When I was in college, my sister was always a beauty queen and won the title of “Teen Queen of Birmingham” and with it fifty dollars. She announced to all of Birmingham in a radio interview that she was giving it to her sister to breed her mare! My mother swooned as that was a definite no-no in those days. Real ladies never mentioned breeding animals! This resulted in my first foal born while I was a freshman at the University of Alabama. Soon another foal was on its way and I left school to support my growing herd of horses before my father found out. But, that was years before John and I moved our family of four children to the country.

Blanchita was Mailee Dare’s first foal and my first since those college days. Blanchita’s short life was a beginning study for our family in producing and raising colts. She also was God’s tool for teaching us the first lesson in meeting life’s most profound moments. We gave her to Mike as a yearling to be his to train and ride, since he had outgrown Snowfire, the grey welsh pony he had trained and ridden to an unending list of championships for fifty inch ponies. When Blanchita was two years old, Mike began her training. Two days after he began riding her, she escaped from her stall during the night. She pawed at the steel gates across the hall of the barn and caught her leg in one. The gate, still caught on her leg, came off its hinges and the frightened filly bolted. John and I awoke to the dreadful noise of pounding hooves and the dragging and clanging of metal. Right outside my bedroom window the frantic bedlam came suddenly to an end, and the resulting quiet was interrupted by a pitiful bleat.

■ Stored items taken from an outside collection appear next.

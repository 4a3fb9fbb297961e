"""The minimiser at the wall mu >= 0: a negative peak over an empty bin.

A spectrum with one bin emptied lets a narrow negative Gaussian dig until that bin's
expectation is 0: the minimum sits on the edge of the model (a Poisson mean cannot be
negative), not at a zero gradient.  Fisher scoring must converge there itself (no MIGRAD
fallback, which needed 400-1,700 calls at such points), in the compiled loop and in the
Python loop.  A Bernstein background started far off is a known gap (xfail, strict).

Reference, written here: the extended binned Poisson NLL sum(mu - n ln mu) (Baker and
Cousins, Nucl. Instrum. Meth. 221 (1984) 437, eq. 11) with the Gaussian's bin integrals
from ``scipy.stats.norm`` truncated to the window and the backgrounds' from closed forms
(exponential CDF; Bernstein basis integrals as ``scipy.stats.beta.cdf`` / (n + 1), common
practice), minimised by ``scipy.optimize.minimize`` (SLSQP) with every expectation
constrained >= 0.  Tolerance: peaksift's minimum no higher than SLSQP's by 1e-6 in NLL, and
the empty bin's expectation within 1e-4 events of 0.
"""

from __future__ import annotations

import numpy as np
import pytest
from scipy import optimize, stats

from peaksift import shapes
from peaksift.likelihood import BinnedCost, Model, minimize

LO, HI = 100.0, 300.0
EDGES = np.linspace(LO, HI, 201)
MASS, SIGMA = 250.5, 0.3   # the Gaussian held on the emptied bin [250, 251]
EMPTY = 150


def _counts(background: str) -> np.ndarray:
    rng = np.random.default_rng(11)
    if background == "exponential":
        x = LO + rng.exponential(50.0, 20_000)
    else:
        x = LO + (HI - LO) * rng.beta(1.0, 2.0, 20_000)
    n = np.histogram(x[x < HI][:5000], EDGES)[0].astype(float)
    n[EMPTY] = 0.0
    return n


def _fractions(background: str, theta: float) -> np.ndarray:
    if background == "exponential":  # exp(b1 t), t in [-1, 1] across the window
        k = theta / (0.5 * (HI - LO))
        c = np.expm1(k * (EDGES - LO)) / np.expm1(k * (HI - LO))
        return np.diff(c)
    u = (EDGES - LO) / (HI - LO)  # Bernstein degree 1: beta_0 = 1, beta_1 = c1^2
    basis = [np.diff(stats.beta.cdf(u, i + 1, 2 - i)) / 2.0 for i in range(2)]
    f = basis[0] + theta**2 * basis[1]
    return f / f.sum()


def _gauss() -> np.ndarray:
    c = stats.norm.cdf(EDGES, MASS, SIGMA)
    return np.diff(c) / (c[-1] - c[0])


def _mu(background: str, p: np.ndarray) -> np.ndarray:
    s, theta, b = p
    return s * _gauss() + b * _fractions(background, theta)


def _nll(background: str, n: np.ndarray, p: np.ndarray) -> float:
    mu = _mu(background, p)
    if np.any(mu < 0):
        return np.inf
    with np.errstate(divide="ignore", invalid="ignore"):
        return float(np.sum(mu) - np.sum(np.where(n > 0, n * np.log(mu), 0.0)))


@pytest.mark.parametrize("background,theta0,loop", [
    ("exponential", -1.0, "compiled"),
    ("exponential", -1.0, "python"),
    pytest.param("bernstein", 1.0, "python", marks=pytest.mark.xfail(
        strict=True, reason="known gap: from this far start the path reaches the wall with "
        "the wrong background shape (c1 = 0.99 instead of 0) and cannot slide along it; "
        "MIGRAD, going on from there, stays (NLL ~950 above SLSQP's minimum)")),
])
def test_converges_on_the_wall(background, theta0, loop, monkeypatch):
    if loop == "python":  # the numpy reference path: Fisher scoring's Python loop
        monkeypatch.setenv("PEAKSIFT_NUMPY_COST", "1")
    n = _counts(background)
    bkg = shapes.get("bernstein", degree=1) if background == "bernstein" else background
    model = Model("gaussian", bkg, (LO, HI))
    full = np.array([MASS, SIGMA, 0.0, theta0, n.sum()])
    ro = []
    for a in (EDGES, n, np.ones(n.size)):
        a = np.array(a, float)
        a.flags.writeable = False
        ro.append(a)
    cost = BinnedCost(model, full, np.array([2, 3, 4]), [], *ro)
    lower = np.array([-5000.0, -60.0, 0.0])
    upper = np.array([5000.0, 60.0, 1e5])
    mo = minimize(cost, full[2:], lower, upper, ["signal_yield", "theta", "background_yield"])
    assert mo.method == "fisher-scoring" and mo.converged

    cons = {"type": "ineq", "fun": lambda p: _mu(background, p)}
    ref = optimize.minimize(lambda p: _nll(background, n, p), full[2:], method="SLSQP",
                            constraints=[cons], options={"ftol": 1e-13, "maxiter": 500})
    assert ref.success
    ours = _nll(background, n, mo.x)
    assert ours <= _nll(background, n, ref.x) + 1e-6
    # the minimum is on the wall: the emptied bin's expectation is 0 there
    assert abs(_mu(background, ref.x)[EMPTY]) < 1e-4
    assert 0.0 <= _mu(background, mo.x)[EMPTY] < 1e-4


def test_unbinned_density_stays_positive_at_a_negative_peak():
    """Unbinned, the same wall: a negative Breit-Wigner yield may not make the density
    negative at its peak (checked only at the events, a narrow negative peak between them
    lowered the NLL without bound and the yield ran to its bound).  Reference: the fitted
    density at the peak, s f_BW(m) + b f_exp(m), written with ``scipy.stats.cauchy`` and
    ``scipy.stats.expon`` truncated to the window; tolerance: >= -1e-9 of the background's."""
    from peaksift import fit

    rng = np.random.default_rng(3)
    x = LO + rng.exponential(50.0, 20_000)
    x = x[x < HI][:5000]
    r = fit(x, "breitwigner", "exponential", (LO, HI), binned=False)
    v = r.values
    m, w = v["mass"], v["width"]
    cau = stats.cauchy(m, 0.5 * w)
    f_s = cau.pdf(m) / (cau.cdf(HI) - cau.cdf(LO))
    k = -v["b1"] / (0.5 * (HI - LO))  # exp(b1 t), t in [-1, 1] across the window
    ex = stats.expon(LO, 1.0 / k) if k > 0 else None
    f_b = ex.pdf(m) / (ex.cdf(HI) - ex.cdf(LO)) if ex is not None else 1.0 / (HI - LO)
    lo_bound = r.bounds["signal_yield"][0]
    assert v["signal_yield"] > lo_bound + 1.0
    b = v["background_yield"]
    assert v["signal_yield"] * f_s + b * f_b >= -1e-9 * b * f_b


@pytest.mark.parametrize("npar", [1, 5, 8, 11])
@pytest.mark.parametrize("unit", [True, False])
def test_information_without_empty_bins_off_the_wall(npar, unit):
    """The compiled minimiser's information near the wall (``likelihood.wall_info``): the
    Fisher information minus the terms ``s_j / mu_j jac_j jac_j^T`` of the empty bins whose
    expectation is still >= 1e-8 (the Poisson information of a bin, Baker and Cousins 1984,
    written here with numpy), to 1e-12 of the information's scale; the expectation and the
    Jacobian copied as they are."""
    from peaksift.likelihood.poisson import WALL_MU
    from peaksift.likelihood.wall_info import wall_info

    rng = np.random.default_rng(npar + 20 * unit)
    nb = 700
    n = rng.poisson(rng.uniform(0.0, 3.0, nb)).astype(float)
    mu = rng.uniform(0.5, 5.0, nb)
    low = rng.random(nb) < 0.3  # some empty bins at the wall (below WALL_MU)
    mu[low] = rng.uniform(0.0, 0.9e-8, low.sum())
    s = rng.uniform(0.5, 2.0, nb)
    jac = rng.normal(0.0, 1.0, (npar, nb))
    info = (jac * ((1.0 if unit else s) / np.maximum(mu, 1.0))) @ jac.T  # any matrix
    prob = (*(np.zeros(1),) * 12, n, s, unit, np.zeros(1), np.zeros(1), mu, jac)
    empty = np.flatnonzero(n == 0).astype(np.int64)
    b, mu_x, jac_x = np.empty((npar, npar)), np.empty(nb), np.empty((npar, nb))
    wall_info(prob, info, b, mu_x, jac_x, empty, np.empty(empty.size, np.int64),
              np.empty(empty.size))
    sel = (n == 0) & (mu >= WALL_MU)
    assert 0 < sel.sum() < (n == 0).sum()  # both kinds of empty bin are there
    sw = (1.0 if unit else s) / mu
    want = info - (jac[:, sel] * sw[sel]) @ jac[:, sel].T
    np.testing.assert_allclose(b, want, rtol=0, atol=1e-12 * np.abs(info).max())
    np.testing.assert_array_equal(mu_x, mu)
    np.testing.assert_array_equal(jac_x, jac)


def test_step_length_to_the_wall():
    """``likelihood.wall_info.to_wall``: 1 when no bin's linearised expectation
    ``mu + jac^T step`` reaches 0 within the step, else WALL_FRACTION of the way to the first
    bin that does (written here with numpy), to 1e-12 relative."""
    from peaksift.likelihood.poisson import WALL_FRACTION
    from peaksift.likelihood.wall_info import to_wall

    rng = np.random.default_rng(12)
    for scale in (1e-3, 1.0, 30.0):
        mu = rng.uniform(0.1, 5.0, 900)
        jac = rng.normal(0.0, 1.0, (5, 900))
        step = rng.normal(0.0, scale, 5)
        d = jac.T @ step
        r = np.min(mu[d < 0] / -d[d < 0])
        want = 1.0 if r >= 1.0 else WALL_FRACTION * r
        assert to_wall(mu, jac, step, np.empty(900)) == pytest.approx(want, rel=1e-12)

Our hearts were pounding with fright as we raced outside and found the filly standing on three legs, her right, foreleg dangling from her body. Her eyes begged us for help. I held her mangled leg as she stood trembling and sweating while John ran for a gun. We knew there was nothing else to be done but end her agony. The sound of the rifle shot waked the children and my heart died as Mike screamed from his window, “You’re killing my horse! You’re killing my horse!” The first bullet missed its mark. I’ll never forget the bewildered look of the filly as the ones she had turned to for help offered her nothing but more pain. The second bullet ended her pain.

As the young mare’s body crumpled to the ground and my young son’s cries eased, my heart was breaking. I screamed to the sky, “Why, God? Why? How could you allow such agony of body and soul? Why? Oh, why?” My heart screamed! How could this be allowed by the God I loved so much? I hurled my question to the Universe. My body convulsed with the horror of this event.

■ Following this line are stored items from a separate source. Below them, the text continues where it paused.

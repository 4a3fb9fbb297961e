"""Execution engines: serial, local processes and Dask give the same results.

One small LocalCluster (two single-threaded workers, no dashboard) serves the whole module.
"""

from __future__ import annotations

import logging
import os
import signal
import time

import numpy as np
import pytest

from peaksift import execution
from peaksift.errors import ConfigError, ExecutionError, PeaksiftError

distributed = pytest.importorskip("distributed")


@pytest.fixture(scope="module")
def dask_address():
    """A two-worker LocalCluster started by the engine's own helper, closed at module end."""
    logging.getLogger("distributed").setLevel(logging.CRITICAL)
    import dask

    # no retries, so a task that kills its worker fails at once (default: 3 more tries)
    with dask.config.set({"distributed.scheduler.allowed-failures": 0}):
        cluster = execution._start_local_cluster(2)
    try:
        yield cluster.scheduler_address
    finally:
        cluster.close()
    assert cluster.status.name == "closed"


# ----------------------------------------------------------------- stand-in tasks
# Module-level so that spawned processes and Dask workers can import them.
def seeded_draw(spec: tuple[int, int]) -> np.ndarray:
    """Per-task random numbers, seeded from the task (as toy batches are)."""
    seed, n = spec
    return np.random.default_rng(seed).standard_normal(n)


def fail_on_three(spec: int) -> int:
    if spec == 3:
        raise PeaksiftError(f"task {spec} refused on purpose")
    return spec * spec


def die_on_two(spec: int) -> int:
    if spec == 2:
        os._exit(7)  # a worker that crashes without a Python exception
    return spec


# ---------------------------------------------------------------------- map_tasks
SPECS = [(seed, 500) for seed in range(7)]


def _reference():
    # Reference from outside the engines: numpy's generator called directly, in order.
    return [np.random.default_rng(seed).standard_normal(n) for seed, n in SPECS]


def test_map_tasks_serial_matches_direct_calls():
    got = execution.map_tasks(seeded_draw, SPECS)
    assert len(got) == len(SPECS)
    for a, b in zip(got, _reference()):
        np.testing.assert_array_equal(a, b)


def test_map_tasks_processes_same_results_in_order():
    got = execution.map_tasks(seeded_draw, SPECS, engine="processes", workers=2)
    for a, b in zip(got, _reference()):
        np.testing.assert_array_equal(a, b)


def test_map_tasks_dask_same_results_in_order(dask_address):
    got = execution.map_tasks(seeded_draw, SPECS, engine="dask", address=dask_address)
    for a, b in zip(got, _reference()):
        np.testing.assert_array_equal(a, b)


@pytest.mark.parametrize("engine", ["serial", "processes"])
def test_map_tasks_task_error_propagates(engine):
    with pytest.raises(PeaksiftError, match="task 3 refused on purpose"):
        execution.map_tasks(fail_on_three, range(6), engine=engine, workers=2)


def test_map_tasks_task_error_propagates_from_dask(dask_address):
    with pytest.raises(PeaksiftError, match="task 3 refused on purpose"):
        execution.map_tasks(fail_on_three, range(6), engine="dask", address=dask_address)


def test_dead_process_worker_is_reported_with_the_task():
    before = _pool_children()
    with pytest.raises(ExecutionError,
                       match=r"worker process died while running task 2 \(2\).*exit code 7"):
        execution.map_tasks(die_on_two, range(5), engine="processes", workers=2)
    assert _pool_children() == before


def _pool_children():
    """Pids of spawned worker processes of this test process still alive."""
    psutil = pytest.importorskip("psutil")
    alive = []
    for p in psutil.Process().children(recursive=True):
        try:
            if p.status() != psutil.STATUS_ZOMBIE and any("spawn_main" in a for a in p.cmdline()):
                alive.append(p.pid)
        except psutil.NoSuchProcess:
            pass
    return sorted(alive)


def test_keyboard_interrupt_stops_the_pool_and_propagates():
    def interrupt(signum, frame):
        raise KeyboardInterrupt

    before = _pool_children()
    old = signal.signal(signal.SIGALRM, interrupt)
    signal.setitimer(signal.ITIMER_REAL, 1.5)
    try:
        with pytest.raises(KeyboardInterrupt):
            execution.map_tasks(time.sleep, [5.0] * 4, engine="processes", workers=2)
    finally:
        signal.setitimer(signal.ITIMER_REAL, 0)
        signal.signal(signal.SIGALRM, old)
    assert _pool_children() == before


def test_unpicklable_function_is_refused_before_starting():
    with pytest.raises(ExecutionError, match="cannot be sent to worker processes"):
        execution.map_tasks(lambda s: s, [1, 2], engine="processes", workers=2)


def test_unknown_engine_suggests_closest():
    with pytest.raises(ConfigError, match="did you mean 'processes'"):
        execution.map_tasks(seeded_draw, SPECS, engine="proceses")


def test_bad_scheduler_address_is_reported():
    with pytest.raises(ExecutionError, match="cannot connect to the Dask scheduler"):
        execution._connect("tcp://127.0.0.1:1", 1, timeout="1s")


def test_local_cluster_started_and_closed_when_no_address():
    got = execution.map_tasks(seeded_draw, SPECS[:3], engine="dask", workers=1)
    for a, b in zip(got, _reference()[:3]):
        np.testing.assert_array_equal(a, b)


def test_dead_dask_worker_is_reported_with_the_task(dask_address):
    # Runs last: the nanny restarts the dead worker, so later tests would wait for it.
    with pytest.raises(ExecutionError, match=r"Dask worker died while running task 2 \(2\)"):
        execution.map_tasks(die_on_two, range(5), engine="dask", address=dask_address)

And then it was as if the still of night wrapped its arms around me. There was an embrace of love, more tender and more comforting than my own mother’s arms when she had soothed away my childhood misery. A still, small voice spoke to my heart; although to me it came from all outdoors: “This is My responsibility, not yours. All this pain, this seeming betrayal of love. This anguish of heart in man and child and beast. You have the cross to prove my love. Look at the cross! Look at the cross and that is where you will see me as I am. The rest is my responsibility. Trust Me!”

The stars looked friendly again that warm summer night, with the smell of honeysuckle heavy in the air. Soon after, Mike went peacefully off to bed. As I will never forget the pain of that night, so I will never forget the tremendous reality of that answer. There is so much I can’t understand, but all that is God’s responsibility. I have the cross of my Lord Jesus Christ as the pledge of God’s love. The cross is indeed the focus point of all history and all of history is measured by it. All other things become shadows in the light of its majesty. Sometime, somehow, all that we don’t understand will be brought into focus in the light of that Eternal Love who rules the universe. My part is only to look at this great love revealed in the cross. That is where you will find me.